The quality of redundancy systems is often discussed in terms of diversity and segregation. By diversity is meant that redundant parts differ in their constructions and mechanisms. For instance, in order to avoid dangerously high temperatures in a chemical reactor, we may introduce two temperature guards, each of which automatically turns off the reactor if a certain temperature limit is exceeded. The redundancy obtained by having two instruments is improved if they are of different types. It is also improved if we employ different software for their operations (Vilkomir and Kharchenko 2012). By segregation is meant that redundant components are physically separated from each other. This is done in order to reduce the risk of spatially limited common-cause failures produced, for instance, by fire, explosion, flooding, structural failure or sabotage. Segregation is more easily achieved in large industrial buildings or complexes than in operations with limited space such as ships, offshore platforms and aircrafts. However, the principle has been applied with success in the latter types of workplaces as well (Kim et al. 2017).


The various error tolerance principles that we have discussed in this section – fail-safety, inherent safety, substitution, safety factors, multiple safety barriers and redundancy – are all perfectly compatible with Vision Zero and other improvement principles. At least one of them, namely, inherent safety, has also been discussed in connection with Vision Zero. The error tolerance principles can all be seen as means to implement the improvement principles. In general, it is advisable to combine several error tolerance principles, as explained above in the subsections on multiple barriers and redundancy.

Evidence Evaluation Principles

Decisions on safety often have to be based on information that may be difficult to obtain. We may have to ask questions such as: Can this structure sustain the additional load we intend to place on it? Is this chemical exposure hazardous to human health? How reliable is the gas alarm? Sometimes, trustworthy answers to such questions can be obtained, but on other occasions, we have to make decisions based on uncertain or insufficient evidence. This section is devoted to such principles. We will begin with the precautionary principle and then discuss three of its alternatives, namely, reversed burden of proof, risk neutrality and “sound science”.

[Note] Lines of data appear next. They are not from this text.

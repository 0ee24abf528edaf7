package config

import (
	"fmt"
	"reflect"
	"regexp"
	"slices"
	"strings"

	"sagcrest/config/diag"
)

// The file types (fileProject and all below it) are the one table of known
// keys: their tags name each key (json), say whether it is required and which
// words it takes (jsonschema), which range its number has (range) and what it
// means (jsonschema_description). Reading, complaining and the published
// schema all come from there.

// field is one known key of a table.
type field struct {
	key      string
	required bool
	words    []string // the words that a text may be; nil for any
	limits   string
	index    int
	typ      reflect.Type
}

// fields lists the known keys of a file type in the order of the struct.
func fields(t reflect.Type) []field {
	var all []field
	for i := range t.NumField() {
		f := t.Field(i)
		key, _, _ := strings.Cut(f.Tag.Get("json"), ",")
		out := field{key: key, limits: f.Tag.Get("range"), index: i, typ: f.Type}
		for _, word := range strings.Split(f.Tag.Get("jsonschema"), ",") {
			if word == "required" {
				out.required = true
			} else if w, ok := strings.CutPrefix(word, "enum="); ok {
				out.words = append(out.words, w)
			}
		}
		all = append(all, out)
	}
	return all
}

// unbuilt reports whether a key belongs to the project file but to a part of
// it that has no effect yet. Such a key must neither be unknown nor ignored.
func unbuilt(path string) bool {
	path = strings.TrimPrefix(counts.ReplaceAllString(path, ""), "alternative.")
	switch path {
	case "superelevation_rule", "widening", "point",
		"haul", "borrow", "waste", "barrier", "rainfall", "inlet", "ditch",
		"survey.lidar", "alignment.equations",
		"alignment.pi.degree", "alignment.pi.definition", "alignment.pi.spiral_in", "alignment.pi.spiral_out",
		"profile.pvi.lengths", "profile.pvi.shape", "profile.pvi.for", "profile.pvi.step",
		"typical_section.kerb", "typical_section.transition":
		return true
	}
	return false
}

// counts matches the "[2]" of a key path.
var counts = regexp.MustCompile(`\[\d+\]`)

// What is said of a key that has no effect yet. The text names no date and no
// version: neither is known to the program.
const (
	notBuilt     = "its effect on geometry or quantities is not built yet, and nothing is ever ignored"
	notBuiltHelp = "leave it out for now"
)

// inspector goes through a tree beside the file types.
type inspector struct {
	*source
	problems []diag.Problem
}

// add keeps a complaint; the order of the file is the order of the list.
func (in *inspector) add(p diag.Problem) { in.problems = append(in.problems, p) }

// inspect returns a copy of n that fits type t: unknown keys and values of the
// wrong form are complained of and left out. nil means that nothing is left.
func (in *inspector) inspect(n *node, t reflect.Type, path string) *node {
	for t.Kind() == reflect.Pointer {
		t = t.Elem()
	}
	if n.kind == null {
		in.add(in.problem("F05", n.at, path, path+" has no value", "give it one, or leave the key out"))
		return nil
	}
	switch {
	case isNumeric(t):
		return in.leaf(n, path, reflect.Zero(t).Interface().(interface{ form() form }).form().what, text, number)
	case t.Kind() == reflect.String:
		return in.leaf(n, path, "text in quotes", text, date)
	case t.Kind() == reflect.Bool:
		return in.leaf(n, path, "true or false", truth)
	case t.Kind() == reflect.Slice:
		return in.list(n, t.Elem(), path)
	}
	return in.table(n, t, path)
}

// leaf accepts a scalar of one of the given kinds.
func (in *inspector) leaf(n *node, path, what string, kinds ...kind) *node {
	for _, k := range kinds {
		if n.kind == k {
			return n
		}
	}
	if n.kind == date && kinds[0] == text { // a spreadsheet's idea of a station
		in.add(in.problem("U14", n.at, path, fmt.Sprintf("%s is the date %s", path, n.text), "write "+what))
		return nil
	}
	in.add(in.problem("F06", n.at, path, fmt.Sprintf("%s is %s", path, n.kind), "write "+what))
	return nil
}

// list keeps the count of its items: a bad one becomes an empty table, so that
// paths of the others stay right.
func (in *inspector) list(n *node, t reflect.Type, path string) *node {
	if n.kind != list {
		in.add(in.problem("F06", n.at, path, fmt.Sprintf("%s is %s; it is a list", path, n.kind), "write [ … ], or [["+path+"]] for each"))
		return nil
	}
	out := &node{kind: list, at: n.at}
	for i, item := range n.items {
		clean := in.inspect(item, t, fmt.Sprintf("%s[%d]", path, i))
		if clean != nil {
			out.items = append(out.items, clean)
		} else if t.Kind() == reflect.Struct && !isNumeric(t) {
			out.items = append(out.items, &node{at: item.at})
		}
	}
	return out
}

// table sorts the keys of one table into known, known but not built, and unknown.
func (in *inspector) table(n *node, t reflect.Type, path string) *node {
	if n.kind != table {
		in.add(in.problem("F06", n.at, path, fmt.Sprintf("%s is %s; it is a table", path, n.kind), "write { key = value, … }"))
		return nil
	}
	known := fields(t)
	out := &node{at: n.at}
	for _, e := range n.entries {
		here := join(path, e.key)
		f, ok := find(known, e.key)
		switch {
		case ok:
			if clean := in.inspect(e.value, f.typ, here); clean != nil {
				out.entries = append(out.entries, entry{e.key, e.at, clean})
			}
		case unbuilt(here):
			in.add(in.problem("F09", e.at, here, here+": "+notBuilt, notBuiltHelp))
		default:
			in.add(in.problem("F03", e.at, here, fmt.Sprintf("%q is no key of %s", e.key, title(path)), suggest(e.key, names(known))))
		}
	}
	return out
}

// demand complains of required keys that are missing from n.
func (in *inspector) demand(n *node, t reflect.Type, path string) {
	for t.Kind() == reflect.Pointer {
		t = t.Elem()
	}
	switch {
	case t.Kind() == reflect.Slice && n.kind == list:
		for i, item := range n.items {
			in.demand(item, t.Elem(), fmt.Sprintf("%s[%d]", path, i))
		}
	case t.Kind() == reflect.Struct && !isNumeric(t) && n.kind == table:
		for _, f := range fields(t) {
			v, here := n.get(f.key), join(path, f.key)
			if v != nil {
				in.demand(v, f.typ, here)
			} else if f.required && !misspelt(n, f.key, names(fields(t))) {
				in.add(in.problem("F05", n.at, here, here+" is missing", "add it to "+title(path)))
			}
		}
	}
}

// misspelt reports whether an unknown key of n was probably meant to be key: it
// has been complained of already, and one fault is one complaint.
func misspelt(n *node, key string, known []string) bool {
	for _, e := range n.entries {
		if !slices.Contains(known, e.key) && nearest(e.key, known) == key {
			return true
		}
	}
	return false
}

// find returns the known field with a key.
func find(known []field, key string) (field, bool) {
	for _, f := range known {
		if f.key == key {
			return f, true
		}
	}
	return field{}, false
}

// names lists the known keys of a table for messages.
func names(known []field) []string {
	var all []string
	for _, f := range known {
		all = append(all, f.key)
	}
	return all
}

// join puts a key behind the path of its table.
func join(path, key string) string {
	if path == "" {
		return key
	}
	return path + "." + key
}

// title names a table in messages.
func title(path string) string {
	if path == "" {
		return "the project file"
	}
	return path
}

// suggest names the nearest known name, or all of them when none is near.
func suggest(name string, known []string) string {
	if near := nearest(name, known); near != "" {
		return fmt.Sprintf("did you mean %q?", near)
	}
	return "known are " + strings.Join(known, ", ")
}

// longestName is more letters than any known name has: a longer one is near to
// none, and comparing megabytes letter by letter would take for ever.
const longestName = 64

// nearest is diag.Nearest within that limit.
func nearest(name string, known []string) string {
	if len(name) > longestName {
		return ""
	}
	return diag.Nearest(name, known)
}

The Precautionary Principle

According to a common misconception, the precautionary principle says that all our decisions should be cautious. According to that reading of the principle, we all apply the precautionary principle when we wear a seat belt or have our children vaccinated. But this is not what the precautionary principle means. It is a well-defined principle for the evaluation of evidence, defined in international treaties and also in the European legislation. What it means is, essentially, that even if the evidence of a danger is uncertain, we may, and often should, take precautionary measures against it.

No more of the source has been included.